55 new struggle icon statues unveiled

15/09/2015. Some of the 55 statues unveiled by Minister of Arts and Culture, Nathi Mthethwa at the National Heritage Monument situated at Groenkloef Nature Reserve Picture: Masi Losi

15/09/2015. Some of the 55 statues unveiled by Minister of Arts and Culture, Nathi Mthethwa at the National Heritage Monument situated at Groenkloef Nature Reserve Picture: Masi Losi

Published Sep 16, 2015


Pretoria - Departed icons of the struggle against apartheid have risen from the ashes and found a new home at the Groenkloof Nature Reserve.

The copper statues of the heroes and heroines – 55 in total – now stand tall and proud next to each other at the new National Heritage Monument, opened by Arts and Culture Minister Nathi Mthethwa on Tuesday. Struggle veterans from different cultural backgrounds and all walks of life feature.

One of the four statues on the forefront is that of former president Nelson Mandela, with a closed-fisted hand punching in the air.

On the far right is Albertina and Walter Sisulu, holding hands. In the middle is Oliver Tambo, the longest serving president of the ANC.

Black Consciousness Movement leader Steve Biko has been placed behind Mandela. Biko is portrayed with a book in the left hand and a closed-fisted hand in the air.

There are also symbols of Zulu chiefs Bambatha kaMancinza and Dingane ka Senzangakhona, as well as Batswana chief Kgosi Kgamanyane Pilane.

The first missionary among the Xhosa people, Dr Johannes van der Kemp, is also there. So is Bishop John Colenso, the first Anglican bishop of Natal.

The second president of the ANC Women’s League, Ida Mntwana, wearing a doek, is at the centre.

There are also those of president of the British Anti-apartheid Movement Trevor Huddleston and Alexandra Simons, trade unionist and member of Federation of South Africa Women.

Dali Tambo, the brain behind the project, said the monument was a celebration of the nation’s history.

It was about encompassing the amazing calibre of leaders, who in their times were the titans of their generations, he said.

The initiative was started in 2010 and not yet complete. It would accommodate about 500 statues when fully completed. The ideal is to make the monument a centre to attract tourists, according to Tambo.

The monument captured “the relay race with the heroes passing the freedom baton from one leader to the other”, Tambo said.

The sculptures were created by local artists who researched the lives of the different heroes and brought them to life.




Asked about the cost of the initiative, Tambo said: “You can’t put a price on a nation’s heritage when that nation has suffered for more than 350 years.

“Like the Washington Memorial, one can’t see culture and heritage only in terms of cost, but we must also see it in terms of benefits,” said Tambo.

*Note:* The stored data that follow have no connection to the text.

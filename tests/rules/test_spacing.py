"""Distances of indents: the standard's ratios, and every pair compared by hand."""

import numpy as np
import pytest
from numpy.testing import assert_allclose
from numpy.typing import NDArray
from scipy.spatial.distance import cdist

from coldwork.rules.forces import HBW, HK, HV
from coldwork.rules.spacing import (
    centres_too_near,
    edge_too_near,
    least_thickness_ratio,
    too_thin,
)

FloatArray = NDArray[np.float64]


def test_distance_to_the_edge() -> None:
    # ISO 6507-1:2018: at least 2.5 d for steel, 3 d for light metals; d = 0.1 mm.
    edge = np.array([0.24, 0.25, 0.29, 0.30, np.nan]) * 1e-3
    d = np.full(5, 1e-4)
    fired, value = edge_too_near(edge, d, 2.5)
    assert fired.tolist() == [True, False, False, False, False]
    assert_allclose(value, [2.4, 2.5, 2.9, 3.0, np.nan])
    assert edge_too_near(edge, d, 3.0)[0].tolist() == [True, True, True, False, False]


def test_distance_between_centres_counts_in_the_larger_diagonal() -> None:
    # ISO 6507-1:2018: at least 3 d, the larger of the two diagonals.
    x = np.array([0.0, 0.31, 1.0, 1.31]) * 1e-3
    d = np.array([0.10, 0.10, 0.10, 0.12]) * 1e-3
    fired, value = centres_too_near(x, np.zeros(4), d, np.zeros(4, dtype=np.int64), 3.0)
    assert fired.tolist() == [False, False, True, True]
    assert_allclose(value[2:], 0.31 / 0.12)


def test_exactly_three_diagonals_are_enough() -> None:
    x = np.arange(5.0) * 0.3e-3
    fired, _ = centres_too_near(x, np.zeros(5), np.full(5, 1e-4), np.zeros(5, dtype=np.int64), 3.0)
    assert not fired.any()


def test_indents_on_another_coupon_do_not_count() -> None:
    x, d = np.zeros(4), np.full(4, 1e-4)
    y = np.array([0.0, 0.0, 1e-3, 1e-4])
    coupon = np.array([0, 1, 0, 1])
    fired, value = centres_too_near(x, y, d, coupon, 3.0)
    assert fired.tolist() == [False, True, False, True]
    assert_allclose(value[[1, 3]], 1.0)


def test_an_indent_without_a_place_neither_fires_nor_counts() -> None:
    x = np.array([0.0, np.nan, 0.0])
    y = np.array([0.0, 0.0, np.nan])
    fired, value = centres_too_near(x, y, np.full(3, 1e-4), np.zeros(3, dtype=np.int64), 3.0)
    assert not fired.any()
    assert np.isnan(value).all()
    none = np.empty(0)
    assert centres_too_near(none, none, none, np.empty(0, dtype=np.int64), 3.0)[0].shape == (0,)


def every_pair(x: FloatArray, y: FloatArray, d: FloatArray, coupon: FloatArray) -> FloatArray:
    points = np.stack([x, y], axis=1)
    spacing = cdist(points, points) / np.maximum(d[:, None], d[None, :])
    spacing[coupon[:, None] != coupon[None, :]] = np.inf
    np.fill_diagonal(spacing, np.inf)
    return np.asarray(spacing.min(axis=1))


@pytest.mark.parametrize("stretch", [(1.0, 1.0), (0.0, 1.0), (1.0, 0.05)])
def test_agrees_with_comparing_every_pair(stretch: tuple[float, float]) -> None:
    # Against scipy.spatial.distance.cdist, pair by pair.
    rng = np.random.default_rng(20260731)
    n, ratio = 400, 3.0
    x, y = rng.uniform(0.0, 1e-2, (2, n)) * np.array(stretch)[:, None]
    x[::40], y[::40] = x[1::40], y[1::40]  # some stand at the very same place
    d = rng.uniform(0.5e-4, 2e-4, n)
    coupon = rng.integers(0, 7, n)
    fired, value = centres_too_near(x, y, d, coupon, ratio)
    expected = every_pair(x, y, d, coupon.astype(np.float64))
    assert fired.tolist() == (expected < ratio).tolist()
    assert_allclose(value[fired], expected[fired], rtol=1e-12)
    assert np.isnan(value[~fired]).all()


def test_a_map_of_many_indents_and_a_file_without_places_are_no_trouble() -> None:
    side = 200
    x, y = (v.ravel() * 1e-4 for v in np.meshgrid(*[np.arange(float(side))] * 2))
    coupon, d = np.zeros(side**2, dtype=np.int64), np.full(side**2, 1e-4 / 3.1)
    assert not centres_too_near(x, y, d, coupon, 3.0)[0].any()
    fired, value = centres_too_near(x * 0.0, y * 0.0, d, coupon, 3.0)
    assert fired.all()
    assert_allclose(value, 0.0)


def test_least_thickness_of_a_vickers_and_a_knoop_coupon() -> None:
    # ISO 6507-1 (text of 1997): 1.5 d. Knoop: the depth is d / 30.5 (172.5 and 130 degrees,
    # ISO 4545-1), so a third of the long diagonal is ten depths: common practice.
    scale = np.array([HV, HK, -1], dtype=np.int8)
    least = least_thickness_ratio(scale, np.full(3, 1e-4), np.full(3, np.nan))
    assert_allclose(least, [1.5, 1.0 / 3.0, np.nan])
    fired, value = too_thin(np.array([1.49e-4, 1.49e-4, 1e-9]), np.full(3, 1e-4), least)
    assert fired.tolist() == [True, False, False]
    assert_allclose(value[:2], 1.49)
    assert not too_thin(np.array([1.5e-4]), np.array([1e-4]), np.array([1.5]))[0][0]
    assert not too_thin(np.array([np.nan]), np.array([1e-4]), np.array([1.5]))[0][0]


@pytest.mark.parametrize(("d_mm", "least_mm"), [(3.0, 1.84), (4.0, 3.34), (5.0, 5.36)])
def test_least_thickness_of_a_brinell_coupon(d_mm: float, least_mm: float) -> None:
    # ISO 6506-1, table of minimum thicknesses for the 10 mm ball (from memory).
    d, ball = np.array([d_mm * 1e-3]), np.array([10e-3])
    ratio = least_thickness_ratio(np.array([HBW], dtype=np.int8), d, ball)
    assert_allclose(ratio * d_mm, least_mm, atol=6e-3)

The opening was, however, without the Khoisan struggle icon Damon, whose statue was stolen three weeks ago.

National Heritage Project Company’s Sarah Haines said the floodlights were not working on the night it was stolen.

Damon’s statue weighed 150kg, and its feet were broken by thieves. The theft took place despite the 24-hour security at Groenkloof.

According to Haines, police collected a track mark of a vehicle suspected to have been used by the criminals.

She said that Damon statue had a street value of R5 000.

“We have offered to pay a reward of R5 000 to anyone who could come forward with the information that would lead to the item being recovered,” she added.

According to Mthethwa, the monument would serve as a permanent reminder about the sacrifices made by the martyrs who died for freedom. It was also a reminder of the bond that existed between African nations, he said.

The minister said artists had rewritten the story of this country through the sculptures, saying the monument was a crucial step to the revitalisation of South Africa’s heritage landscape.

He thanked the National Lottery Foundation, which funded the project, together with the Department of Arts and Culture.

The monument was a place for self-reflection and a sacred place where individuals would be able to connect with their inner-self, he said.

Mayor Kgosientso Ramokgopa said the monument was about illustrating generations of activists in the history of the Struggle for liberation.

It was about the celebration of a superior value system embodied in the lives and exemplary conduct of the heroes and heroines of the liberation Struggle.

“By unveiling the statues, we are merely pledging our single-mindedness and undivided loyalty to the injunctions of our Constitution,” he said.